Labs Are Awaiting Payment
Many labs were hopeful that the lack of payment that started in January 2013 would be favorably resolved. “Initially there was an assumption among the labs that there was confusion about the new codes,” Khani said. “After all, these were not new tests. They were the same tests being billed under the new codes.
“However, repeated attempts to work with Tricare to resolve payment issues involving these critically important tests have been unsuccessful,” she added. “Now there is a growing concern about how non-payment for these tests will affect patient care. Labs continue to provide these vital services without being reimbursed, and that is not sustainable.”
Medicare contractors did not start paying labs that used the new codes until May at the earliest. Moreover, Medicare contractors declined to cover some tests or approved coverage at much reduced rates. It appears that the Defense Health Agency did not follow the lead of Medicare contractors.
“We fundamentally disagree with Tricare’s interpretation that LDTs are medical devices and they cannot be covered without FDA approval.,” explained Khani. “Just to be clear, LDTs are not devices, and FDA approval is not required.

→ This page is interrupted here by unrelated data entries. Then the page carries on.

import { Readable } from 'node:stream';
import { pipeline } from 'node:stream/promises';
import { createGunzip } from 'node:zlib';
import { Router } from 'express';
import { z } from 'zod';
import { traceOf } from '../figures/burst-trace';
import type { LoadJobs } from '../loading/jobs';
import type { LoadProgress } from '../shapes/load';
import { UserError } from '../shapes/problem';
import { fileReading } from '../shapes/reading';
import { readBurst } from '../store/bursts';
import { loadReceipt } from '../store/loads';
import type { Connection } from '../store/open';
import { originalChunks } from '../store/originals';
import { valid } from './problems';
import { MOST_UPLOAD_BYTES, type Uploads } from './uploads';

export const uploadQuery = z.object({ file: z.string().trim().min(1).max(255) });
export const readingBody = z.object({ reading: fileReading.optional() });
const number = z.coerce.number().int().min(1);

/** Uploads, loads, receipts and bursts. */
export function loadRoutes(db: Connection, dataFolder: string, uploads: Uploads, jobs: LoadJobs): Router {
  const routes = Router();
  routes.post('/rams/:ram/uploads', async (request, response) => {
    const { file } = valid(uploadQuery, request.query, 'The name of the file (?file=NAME)');
    const told = Number(request.headers['content-length'] ?? 0);
    if (told > MOST_UPLOAD_BYTES) {
      // answered without reading the body, which would only be thrown away
      response.set('connection', 'close');
      throw new UserError(
        `${file} has ${told} bytes; at most ${MOST_UPLOAD_BYTES} are taken here. Load it with "clackwatch load", or split it.`,
        'too large',
      );
    }
    const upload = await uploads.receive(request.params.ram, file, request);
    response.status(201).location(`/api/uploads/${upload.upload_id}`).json(upload);
  });
  routes.get('/uploads/:upload', async (request, response) => {
    response.json(await uploads.preview(request.params.upload, null));
  });
  routes.post('/uploads/:upload/preview', async (request, response) => {
    const { reading } = valid(readingBody, request.body, 'The reading of the file');
    response.json(await uploads.preview(request.params.upload, reading ?? null));
  });
  routes.post('/uploads/:upload/load', async (request, response) => {
    const { reading } = valid(readingBody, request.body, 'The reading of the file');
    const { ram, file } = uploads.find(request.params.upload);
    const looked = await uploads.preview(request.params.upload, reading ?? null);
    const open = looked.questions.find((question) => question.must_answer);
    if (open !== undefined)
      throw new UserError(`${file.name} cannot be stored before this is answered: ${open.question}`);
    const job = jobs.start({ data_folder: dataFolder, ram, file, reading: looked.reading }, () =>
      uploads.forget(request.params.upload),
    );
    response.status(202).location(`/api/jobs/${job.job_id}`).json(job);
  });
  routes.get('/jobs/:job', (request, response) => {
    response.json(jobOf(jobs, request.params.job));
  });
  routes.get('/jobs/:job/events', (request, response) => {
    const job = jobOf(jobs, request.params.job);
    response.set({ 'content-type': 'text/event-stream', 'cache-control': 'no-store' }).flushHeaders();
    const ended = (progress: LoadProgress) => progress.stage === 'done' || progress.stage === 'failed';
    const tell = (progress: LoadProgress) => {
      response.write(`data: ${JSON.stringify(progress)}\n\n`);
      if (ended(progress)) response.end();
    };
    const stop = jobs.watch(job.job_id, tell);
    response.on('close', stop);
    tell(job);
  });
  routes.get('/loads/:load', (request, response) => {
    response.json(loadReceipt(db, valid(number, request.params.load, 'The number of the load')));
  });
  routes.get('/loads/:load/original', async (request, response) => {
    const receipt = loadReceipt(db, valid(number, request.params.load, 'The number of the load'));
    response.type('application/octet-stream').attachment(receipt.file);
    await pipeline(Readable.from(originalChunks(db, receipt.sha256)), createGunzip(), response);
  });
  routes.get('/bursts/:burst', (request, response) => {
    const burst = readBurst(db, valid(number, request.params.burst, 'The number of the burst'));
    response.json({ beats: burst.beats, trace: traceOf(burst) });
  });
  return routes;
}

function jobOf(jobs: LoadJobs, id: string): LoadProgress {
  const job = jobs.find(id);
  if (job === undefined)
    throw new UserError('That job is not known any more; look at the receipts of the ram.', 'not found');
  return job;
}
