// Rolls: which cloth, and where on it?
import type { ClothTotal, NestedRoll } from "../../../core/records/roll.ts";
import { RollKey, RollSheet } from "../../flat/RollSheet.tsx";
import { FigureTable } from "../../parts/FigureTable.tsx";
import { figure } from "../../parts/figure.ts";
import { ThingRow } from "../../parts/ThingRow.tsx";
import { Waiting } from "../../parts/Waiting.tsx";
import { WiderCloth } from "../../parts/WiderCloth.tsx";
import { bookStore } from "../../store/bookStore.ts";
import { totalPlan } from "../../store/planTotals.ts";
import { useBook } from "../../store/useBook.ts";
import { useShownFacts } from "../../store/useShown.ts";
import { LeafFrame } from "../LeafFrame.tsx";
import { RollDecisions } from "./RollDecisions.tsx";

function Fill({ rolls }: { rolls: readonly NestedRoll[] }) {
  return (
    <table className="things">
      <caption>How full the rolls are</caption>
      <thead>
        <tr>
          <th scope="col">Roll</th>
          <th scope="col">Taken off, m</th>
          <th scope="col">Used, %</th>
        </tr>
      </thead>
      <tbody>
        {rolls.map((r) => (
          <tr key={r.id}>
            <th scope="row">
              <button type="button" className="place" onClick={() => bookStore.setState({ chosen: r.id })}>
                {r.id}
              </button>
            </th>
            <td>
              {figure(r.used / 1000, 2)}
              <span className="against">no less than {figure(r.lowerBound / 1000, 2)}</span>
            </td>
            <td>
              <span className="meter" aria-hidden="true">
                <span style={{ width: `${100 * r.utilisation}%` }} />
              </span>
              {figure(100 * r.utilisation, 1)}
            </td>
          </tr>
        ))}
      </tbody>
    </table>
  );
}

/** All rolls together, against what no nest can do without. */
function Total({ cloth }: { cloth: ClothTotal }) {
  return (
    <FigureTable
      caption="All rolls"
      rows={[
        {
          what: "Taken off",
          value: figure(cloth.used, 2),
          unit: "m",
          against: `no nest on the widest roll needs less than ${figure(cloth.bound, 2)} m`,
        },
        { what: "Used", value: figure(100 * cloth.utilisation, 1), unit: "%" },
        ...(cloth.cost === null
          ? []
          : [{ what: "Cost of the cloth", value: figure(cloth.cost, 2), unit: cloth.currency ?? "" }]),
      ]}
    />
  );
}

/** What lies on a roll, in the order of cutting. */
function Pieces({ roll }: { roll: NestedRoll }) {
  const inOrder = [...roll.placements].sort((a, b) => (a.order ?? 0) - (b.order ?? 0));
  return (
    <details className="pieces">
      <summary>
        {inOrder.length} pieces on {roll.id}
      </summary>
      <table className="things">
        <caption>In the order of cutting</caption>
        <thead>
          <tr>
            <th scope="col">Piece</th>
            <th scope="col">No.</th>
            <th scope="col">Turned, °</th>
          </tr>
        </thead>
        <tbody>
          {inOrder.map((p) => (
            <ThingRow key={p.panel} id={p.panel}>
              <td>{p.order}</td>
              <td>{p.rotation}</td>
            </ThingRow>
          ))}
        </tbody>
      </table>
    </details>
  );
}

/** What the cloth told of is not enough for. */
function tellLeft(left: number): string {
  if (left === 0) return "";
  return ` ${left} ${left === 1 ? "piece lies" : "pieces lie"} on no roll: why stands under “To look at”.`;
}

/** The leaf. */
export function RollsLeaf() {
  const facts = useShownFacts("rolls");
  const chosen = useBook((b) => b.chosen);
  const rolls = facts?.rolls;
  const shown = rolls?.find((r) => r.id === chosen || r.placements.some((p) => p.panel === chosen)) ?? rolls?.[0];
  const total = facts && totalPlan(facts);
  return (
    <LeafFrame
      leaf="rolls"
      station="rolls"
      question="Which cloth, and where on it?"
      answer={
        rolls === undefined || total === null
          ? "Not worked out yet."
          : `${figure(total.taken, 2)} m of cloth from ${rolls.length} ${rolls.length === 1 ? "roll" : "rolls"}, ${figure(total.cloth, 1)} m² in all; ${figure(total.offcut, 1)} m² of it is left over as offcut.${tellLeft(total.left)}`
      }
      tools={
        rolls &&
        rolls.length > 1 && (
          <fieldset className="picker">
            <legend>Roll</legend>
            {rolls.map((r) => (
              <button
                type="button"
                key={r.id}
                aria-pressed={r === shown}
                onClick={() => bookStore.setState({ chosen: r.id })}
              >
                {r.id}
              </button>
            ))}
          </fieldset>
        )
      }
      stage={
        facts && shown ? (
          <>
            <RollSheet facts={facts} roll={shown} shape={0.72} />
            <RollKey roll={shown} />
          </>
        ) : (
          <Waiting what="The rolls" />
        )
      }
      figures={
        facts &&
        rolls &&
        shown && (
          <>
            <FigureTable
              caption={`Roll ${shown.id}`}
              rows={[
                {
                  what: "Width",
                  value: figure(shown.width, 0),
                  unit: "mm",
                  against: `${figure(shown.usableWidth, 0)} mm between the selvedges`,
                },
                {
                  what: "Taken off",
                  value: figure(shown.used / 1000, 3),
                  unit: "m",
                  against: `of ${figure(shown.length / 1000, 1)} m on the roll`,
                },
                { what: "Left on the roll", value: figure((shown.remnant ?? 0) / 1000, 2), unit: "m" },
                ...(typeof shown.cost === "number"
                  ? [{ what: "Cost of the cloth", value: figure(shown.cost, 2), unit: shown.currency ?? "" }]
                  : []),
                { what: "Between cuts", value: figure(shown.gap, 0), unit: "mm" },
              ]}
            />
            <Fill rolls={rolls} />
            {facts.cloth && <Total cloth={facts.cloth} />}
            <WiderCloth facts={facts} />
            <Pieces roll={shown} />
          </>
        )
      }
      decisions={<RollDecisions />}
    />
  );
}
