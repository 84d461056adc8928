import { describe, expect, it } from "vitest";
import { readCatalogues } from "../../src/core/job/catalogues.ts";
import { PlanError } from "../../src/core/problem.ts";
import { catalogueFiles, catalogues } from "./catalogueFiles.ts";

// biome-ignore lint/suspicious/noExplicitAny: a test bends parsed JSON
type Loose = any;

function failure(bend: (files: Loose) => void): PlanError {
  const files = structuredClone(catalogueFiles());
  bend(files);
  try {
    readCatalogues(files);
  } catch (error) {
    if (error instanceof PlanError) return error;
    throw error;
  }
  throw new Error("accepted");
}

describe("catalogues", () => {
  it("hold generic cloths only, each value with status and source", () => {
    for (const { fabric, source } of Object.values(catalogues.fabrics)) {
      expect(Object.keys(fabric.status).sort()).toEqual(Object.keys(source).sort());
      expect(fabric.id).toMatch(/^(pes-pvc|ptfe-glass)-\d+$/);
    }
  });

  it("keep the published cloth as published", () => {
    // Adv. Mater. Sci. Eng. 2015, art. 387153, Table 3: 1520/1290 MPa at 0.82 mm, 5500/5000 N/5cm, 1050 g/m2, roll 3.00 m.
    const { fabric } = catalogues.fabrics["pes-pvc-1050"];
    expect(fabric.Ew).toBeCloseTo(1520 * 0.82, 0);
    expect(fabric.Ef).toBeCloseTo(1290 * 0.82, 0);
    expect(fabric.strength).toEqual({ warp: 5500 * 0.02, weft: 5000 * 0.02 });
    expect([fabric.mass, fabric.rollWidth]).toEqual([1.05, 3000]);
    expect(fabric.status).toMatchObject({ Ew: "verified", Ef: "verified", strength: "verified", nuWf: "from memory" });
  });

  it("give EA of a 1x19 strand on its metallic area", () => {
    // 19 wires in a circle of five wire diameters: fill 19/25 (geometry); 130 kN/mm2 on that area (EN 1993-1-11:2006
    // Table 3.1, from memory). With the full circle EA would be a third too high.
    const { cable, area } = catalogues.cables["1x19-stainless-16"];
    expect(area).toBeCloseTo((19 / 25) * (Math.PI / 4) * 256, 1);
    expect(Math.abs((cable.EA ?? 0) / (130 * area) - 1)).toBeLessThan(1e-3);
  });

  it("give two pitches a turn of a body with right and left hand thread", () => {
    // ISO 724 coarse pitch: M20 2.5, M30 3.5.
    expect(catalogues.turnbuckles["open-body-m20"].perTurn).toBe(5);
    expect(catalogues.turnbuckles["open-body-m30"].perTurn).toBe(7);
    for (const t of Object.values(catalogues.turnbuckles)) expect(t.capacity).toBeNull();
  });

  it("have a caution for every paper, with all four parts", () => {
    for (const paper of ["schedule", "cables", "hardware", "rolls", "panels", "seams"] as const) {
      expect(catalogues.cautions.filter((c) => c.papers.includes(paper)).length, paper).toBeGreaterThan(0);
    }
  });

  it.each<[string, string, (files: Loose) => void]>([
    [
      "catalogue-shape",
      "fabrics.fabrics.0.Ew.value",
      (f) => {
        f.fabrics.fabrics[0].Ew.value = -1;
      },
    ],
    [
      "catalogue-shape",
      "fabrics.fabrics.0",
      (f) => {
        f.fabrics.fabrics[0].colour = "white";
      },
    ],
    [
      "catalogue-shape",
      "fabrics.fabrics.1.G.status",
      (f) => {
        f.fabrics.fabrics[1].G.status = "sure";
      },
    ],
    [
      "catalogue-shape",
      "cautions.cautions.0.consequence",
      (f) => {
        f.cautions.cautions[0].consequence = "";
      },
    ],
    [
      "catalogue-shape",
      "cables.version",
      (f) => {
        f.cables.version = 2;
      },
    ],
    [
      "catalogue-entry",
      "pes-pvc-2",
      (f) => {
        f.fabrics.fabrics[0].id = "pes-pvc-2";
      },
    ],
    [
      "catalogue-entry",
      "none",
      (f) => {
        f.fabrics.default = "none";
      },
    ],
    [
      "catalogue-entry",
      "pes-pvc-1",
      (f) => {
        f.fabrics.fabrics[0].nuWf.value = 1.2;
      },
    ],
    [
      "catalogue-entry",
      "1x19-stainless-8",
      (f) => {
        f.cables.cables[0].EA.value *= 1 / 0.76;
      },
    ],
    [
      "catalogue-entry",
      "open-body-m12",
      (f) => {
        f.turnbuckles.turnbuckles[0].longest.value = 10;
      },
    ],
  ])("refuse with %s at %s", (code, where, bend) => {
    expect(failure(bend)).toMatchObject({ code, where });
  });
});
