import { describe, expect, it } from "vitest";
import { leastJob } from "../../src/core/job/leastJob.ts";
import { readJob } from "../../src/core/job/readJob.ts";
import { measureRevision, writeCanonicalJson } from "../../src/core/job/revision.ts";
import { catalogues } from "./catalogueFiles.ts";

const mesh = new TextEncoder().encode("v 0 0 0\n");
const revise = (given: unknown, bytes = mesh, from = catalogues) =>
  measureRevision(given, readJob(given, from).job, bytes);

describe("revision", () => {
  it("is eight hexadecimal digits", () => {
    expect(revise(leastJob("form.obj", "Bay 2"))).toMatch(/^[0-9A-F]{8}$/);
  });

  it("does not depend on how the job is written down", () => {
    const turned = { title: "Bay 2", mesh: { file: "form.obj" }, version: 1, format: "seamstay-job" };
    expect(revise(turned)).toBe(revise(leastJob("form.obj", "Bay 2")));
  });

  it("changes with the job, the mesh and the catalogue entry used, not with an entry that is not used", () => {
    const least = leastJob("form.obj", "Bay 2");
    const first = revise(least);
    expect(revise(leastJob("form.obj", "Bay 3"))).not.toBe(first);
    expect(revise(least, new TextEncoder().encode("v 0 0 1\n"))).not.toBe(first);
    const change = (id: string) => {
      const entry = catalogues.fabrics[id];
      const fabric = { ...entry.fabric, Ew: entry.fabric.Ew + 1 };
      return { ...catalogues, fabrics: { ...catalogues.fabrics, [id]: { ...entry, fabric } } };
    };
    expect(revise(least, mesh, change(catalogues.defaultFabric))).not.toBe(first);
    expect(revise(least, mesh, change("pes-pvc-5"))).toBe(first);
  });

  it("writes canonical JSON with sorted keys at every level", () => {
    expect(writeCanonicalJson({ b: [{ d: 1, c: 2 }], a: null })).toBe('{"a":null,"b":[{"c":2,"d":1}]}');
  });
});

“It is also important to note that Tricare’s regulations on coverage of LDTs has not changed,” she continued. “DHA’s interpretation of its policy has changed. We are very concerned that patients will lose access to diagnostic services. Eventually, patients will be forced to go without these tests unless they pay for them out of pocket.
“As we looked into this issue of non- payment, we discovered multiple inconsistencies in how the DHA has interpreted its own rules,” Khani said. “For example, DHA has stated it will not cover LDTs. Yet in many cases, LDTs such as Pap tests are covered.
“DHA’s policy is also inconsistent depending on where patients choose to receive care,” stated Khani. “DHA will pay for the lab tests in question when these tests are ordered at a military treatment facility (MTF).
Site of Service
“But that is not the case if a military member or someone from his/her family goes to one of Tricare’s network providers and a civilian physician orders these tests,” she added. “In this case, DHA will not reimburse the lab. Yet these are the same tests for which DHA will reimburse when ordered by a physician at an MTF!
“To be clear, laboratories are not providing these tests to Tricare for free,” emphasized Khani. “These labs continue to seek reimbursement and at this point they have not received payment for these critical services.”